Recently Sakeliga submitted comments on proposed amendments by the Department of Health to the regulations relating to the surveillance and the control of notifiable medical conditions.

You can read our full (3-page) submission here: https://sakeliga.co.za/wp-content/uploads/2022/04/2022-04-21-Sakeliga-submission-on-National-Health-Act-Notifiable-Medical-Conditions-Regulations-1.pdf

We regard the proposed regulations to be detrimental to public health, unsound in law, and economically and socially harmful. The regulations constitute an attempt to give the public the impression that the national state of disaster on Covid-19 is being lifted when, in fact, it continues by another name. We maintain that the proposed regulations are so severely flawed that they are irreparable and should be abandoned in their entirety.

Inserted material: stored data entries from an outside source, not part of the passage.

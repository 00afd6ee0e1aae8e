"""Acoustic network of the simulator against textbook results (e^{+iωt} convention)."""

from __future__ import annotations

import numpy as np
import pytest
from scipy.signal import find_peaks

from drivers.simulated import acoustics as ac

# Dry air at 20 °C (handbook values: ρ = 1.2041 kg/m³, c = 343.2 m/s; ν ≈ 1.516e-5 m²/s,
# γ = 1.4, Pr ≈ 0.71 from memory).
AIR = ac.Medium(1.2041, 343.2, 1.4, 1.516e-5, 0.71)


def test_kirchhoff_attenuation_check_value():
    # Kirchhoff wide-duct damping, air 20 °C, r = 25 mm, 500 Hz → 0.0265 Np/m
    # (Kirchhoff 1868; Tijdeman 1975, J. Sound Vib. 39). For e^{+iωt}, decay is -Im k.
    kp, km = ac.wavenumbers(500.0, AIR, 0.0, 0.025)
    assert -kp.imag == pytest.approx(0.0265, abs=2e-4)
    assert kp == pytest.approx(km)
    # A forward wave through the duct matrix loses the same amount: p̂ e^{-αL}.
    length = 10.0
    state = np.array([1.0, 1.0 / AIR.impedance], dtype=complex)  # pure A⁺ wave
    out = ac.apply(ac.duct_matrix(500.0, length, AIR, 0.0, 0.025), state)
    assert abs(out[0]) == pytest.approx(np.exp(kp.imag * length), rel=1e-9)


@pytest.mark.parametrize("mach", [0.0, 0.05, 0.2])
def test_plane_wave_phase_speeds_with_flow(mach):
    # Convected plane waves travel at c(1 + M) downstream and c(1 - M) upstream
    # (Munjal 1987, Acoustics of Ducts and Mufflers, ch. 2); e^{+iωt}: phase falls downstream.
    f, s = 400.0, 0.3
    down = np.array([1.0, 1.0 / AIR.impedance], dtype=complex)   # A⁺ only
    up = np.array([1.0, -1.0 / AIR.impedance], dtype=complex)    # A⁻ only
    m = ac.duct_matrix(f, s, AIR, mach, 0.025, damping=False)
    lag_down = -np.angle(ac.apply(m, down)[0])   # phase lag from x to x + s
    lead_up = np.angle(ac.apply(m, up)[0])        # upstream wave arrives at x first
    assert 2 * np.pi * f * s / lag_down == pytest.approx(AIR.speed_of_sound_m_s * (1 + mach), rel=1e-9)
    assert 2 * np.pi * f * s / lead_up == pytest.approx(AIR.speed_of_sound_m_s * (1 - mach), rel=1e-9)


def test_closed_open_duct_resonates_at_odd_quarter_waves():
    # Quarter-wave resonator: a duct closed at one end (velocity source) and open at the other
    # (R = -1) resonates at f_n = (2n - 1) c / 4L (Kinsler et al., Fundamentals of Acoustics).
    length = 1.0
    f = np.linspace(20.0, 500.0, 48001)
    to_end = ac.duct_matrix(f, length, AIR, 0.0, 0.025, damping=False)
    state0 = ac.closed_end_state(1.0, to_end, ac.end_row(-1.0 + 0j, AIR))
    # Away from the exact resonance the response is finite; the end velocity peaks there.
    u_end = np.abs(ac.apply(to_end, state0)[..., 1])
    peaks, _ = find_peaks(u_end)
    expected = (2 * np.arange(1, 4) - 1) * AIR.speed_of_sound_m_s / (4 * length)
    assert f[peaks][:3] == pytest.approx(expected, abs=0.05)


def test_area_change_and_flame_jump():
    # Compact low-Mach area change: p continuous, A u continuous (common practice).
    m = ac.area_change_matrix(2.0, 1.0)
    out = ac.apply(m, np.array([3.0, 0.5], dtype=complex))
    assert out == pytest.approx([3.0, 1.0])
    # Compact flame (Dowling 1995, J. Sound Vib. 180): û_d = û_u (1 + (T_d/T_u - 1) F).
    fm = ac.flame_matrix(6.0, 0.5 - 0.5j)
    out = ac.apply(fm, np.array([2.0, 1.0], dtype=complex))
    assert out == pytest.approx([2.0, 1.0 + 5.0 * (0.5 - 0.5j)])


def test_lumped_volume_is_low_frequency_limit_of_a_short_wide_duct():
    # A short duct's volume acts as a compliance V/(ρc²) at low frequency (Helmholtz limit,
    # Kinsler et al.); compare the lumped element with the same volume as a duct.
    f, r, length = 20.0, 0.1, 0.05
    area = np.pi * r**2
    duct = ac.duct_matrix(f, length, AIR, 0.0, r, damping=False)
    lumped = ac.volume_matrix(f, area * length, AIR, area, area)
    assert lumped[1, 0] == pytest.approx(duct[1, 0], rel=2e-3)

Why does Sakeliga believe these regulations must be opposed? Because they are an attempt to set up a permanent and draconian health management bureaucracy that seeks to impose even more red tape and compliance burdens on companies and private institutions, instrumentalise business to carry out state policy and to establish a monitored society, and use regulatory compliance requirements to infringe upon corporate independence and risk management autonomy and flexibility.

Onerous and unnecessary new health regulations make it even harder to do business, raise administrative costs and burdens, make conditions unattractive for staff and customers, and create a whole raft of petty rules and regulations which open up scope for corruption, mismanagement, tender abuse and more. Policies such as these put more power and influence in the hands of state functionaries who understand little about what it takes to create value and deliver quality goods and services at affordable prices.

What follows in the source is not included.